For a sparkling dry cider, the cider is allowed to dry out to a FG (final gravity) of around 1.005-.995. Then bottled, then pasteurized or cold-crashed.
So, how to create a sparkling sweet cider, without the bottle bombs?
The commonly accepted solutions to this are to make a very dry cider, then adding Splenda, Xylitol, or Stevia (sugar alcohols which cannot be fermented by yeast) which will sweeten the cider without causing a continuation, or re-start of fermentation. The other is to force carbonate by injecting CO2 via a kegging system.

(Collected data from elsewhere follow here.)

// The SARIF export. The log is validated against the OASIS SARIF 2.1.0 JSON schema, kept byte for
// byte in test/data/sarif-schema-2.1.0.json (from the OASIS SARIF TC's repository,
// Schemata/sarif-schema-2.1.0.json, the errata01 text: its id names .../v2.1.0/errata01/os/...).
// Section numbers (§) are those of the OASIS standard, "Static Analysis Results Interchange Format
// (SARIF) Version 2.1.0 Plus Errata 01". The handbook is test/fixtures/ok_sarif, read through the
// real loader and checker; lines and columns were read off its files by hand and are quoted beside
// each check. Numbers in messages were worked by hand from the fixture's inputs.
import { loadHandbookFolder } from '../../src/pipeline.ts';
import { readFileSync } from 'node:fs';
import { fileURLToPath } from 'node:url';
import type { ErrorObject } from 'ajv';
import { sarifValidator, rawSchema, schemaText, type Json } from './sarif-schema.ts';
import { describe, expect, it } from 'vitest';
import { evaluateHandbook, type Results, type Status, type Verdict, type WaiverRef } from '../../src/checker/evaluate.ts';

import type { Handbook } from '../../src/model/types.ts';
import { urls } from '../../src/report/assemble.ts';
import { compareWithBaseline, FINGERPRINT_KEY, REPO_ROOT, toSarif, type SarifLog, type SarifResult } from '../../src/report/sarif.ts';

const SCHEMA_FILE = fileURLToPath(new URL('../data/sarif-schema-2.1.0.json', import.meta.url));
const FIXTURE = fileURLToPath(new URL('../fixtures/ok_sarif', import.meta.url));
const SITE = 'https://reports.example.invalid/fixture';

// ---------------------------------------------------------------------------------------------
// The schema, and a validator that bites.

const validate = sarifValidator();

/** What a consumer reads: the log as JSON text, parsed again. */
function errorsOf(log: unknown): ErrorObject[] {
  return validate(JSON.parse(JSON.stringify(log))) ? [] : (validate.errors ?? []);
}

// ---------------------------------------------------------------------------------------------
// The fixture, and verdicts built by hand.

function loadFixture(): Handbook {
  const r = loadHandbookFolder(FIXTURE);
  if (!r.ok) throw new Error(JSON.stringify(r.diagnostics));
  return r.handbook;
}
const handbook = loadFixture();

const WAIVER: WaiverRef = {
  id: 'W-EX-1',
  reason: 'The second hole is etched with the long-step recipe; its depth is accepted until the retrofit.',
  owner: 'etch module owner',
  approvedBy: 'design-rule board',
  expires: '2031-06-30',
  file: 'waivers/ex-ar-1.yaml',
  line: 1,
  column: 3,
};

/** Results over these verdicts: the checker's own, with verdicts, counts and blocking failures replaced. */
function resultsOf(verdicts: Verdict[]): Results {
  const counts: Record<Status, number> = { pass: 0, fail: 0, waived: 0, incomplete: 0, 'not-applicable': 0 };
  for (const v of verdicts) counts[v.status]++;
  const blockingFailures = verdicts.filter((v) => v.status === 'fail' && v.severity === 'blocking').length;
  return { ...evaluateHandbook(handbook, { on: "2026-12-02" }), verdicts, counts, blockingFailures };
}

/**
 * The fixture's verdicts, with EX-AR-1 on twin-hole waived: the waiver loader is another change, so
 * the waived verdict is made here as the checker would make it (status 'waived', `waiver` set).
 */
function fixtureResults(): Results {
  const verdicts = evaluateHandbook(handbook, { on: "2026-12-02" }).verdicts.map((v): Verdict => (v.rule === 'EX-AR-1' && v.structure === 'twin-hole' ? { ...v, status: 'waived', waiver: WAIVER } : v));
  return resultsOf(verdicts);
}

function find(log: SarifLog, rule: string, structure: string): SarifResult {
  const r = log.runs[0].results.find((x) => x.partialFingerprints[FINGERPRINT_KEY] === `${rule}/${structure}`);
  if (!r) throw new Error(`no result for ${rule}/${structure}`);
  return r;
}

const fullLog = (): SarifLog =>
  toSarif({
    handbook,
    results: fixtureResults(),
    toolVersion: '0.1.0',
    uriBase: 'handbook/',
    siteUrl: SITE,
    revision: { commit: '0123456789abcdef0123456789abcdef01234567', repositoryUri: 'https://git.example.invalid/fixture.git' },
    startTimeUtc: '2030-01-02T03:04:05Z',
  });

Though most people are happy with the results of back-sweetening, not being a fan of those sweeteners, I was wanting to avoid it. Though this helped convince SWMBO that a kegging system is a necessary household fixture, it just isn't yet in the cards. So what to do?
As mentioned in the article above, one could brew a semi-sweet cider to more on the dry end, say 1.007 (think Strongbow), then add 'too much' preservative free apple juice during bottling time. Checking the carbonation levels every two weeks or so. Once desired levels of carbonation are reached, soaking the bottles in 160F water for 10-15 minutes will pasteurize, killing the yeast, while maintaining the sweetness and carbonation. Easy way to do this: run the bottles through the dishwasher (do not use high heat dry).
Forum members posted good results with this technique. So, one problem solved (the problem of a lack of kegerator is still there). At this point I wonder, why dry out and back sweeten at all? I believe, that after multiple rackings (transferring cider to a fresh fermenter, which will remove the cider from the cake of yeast at the bottom), which should slow fermentation down due to fewer yeast cells, why not just bottle and pasteurize once the cider is at the desired gravity/level of sweetness?
I believe one poster left a comment that they had done just the very thing with success. So, this will be my goal. Tonight was the first racking, and with amazing efforts of SWMBO, things went well. However, very active yeasts due to very warm temperatures (and possibly the added yeast nutrient, I'm not sure how much that affected the violence and speed of fermentation), things moved much more quickly than I had intended.
Everyone loves a cliffhanger, so I will end this post with that. I will post the continuation tomorrow, with my notes and observations of the last four days of fermentation!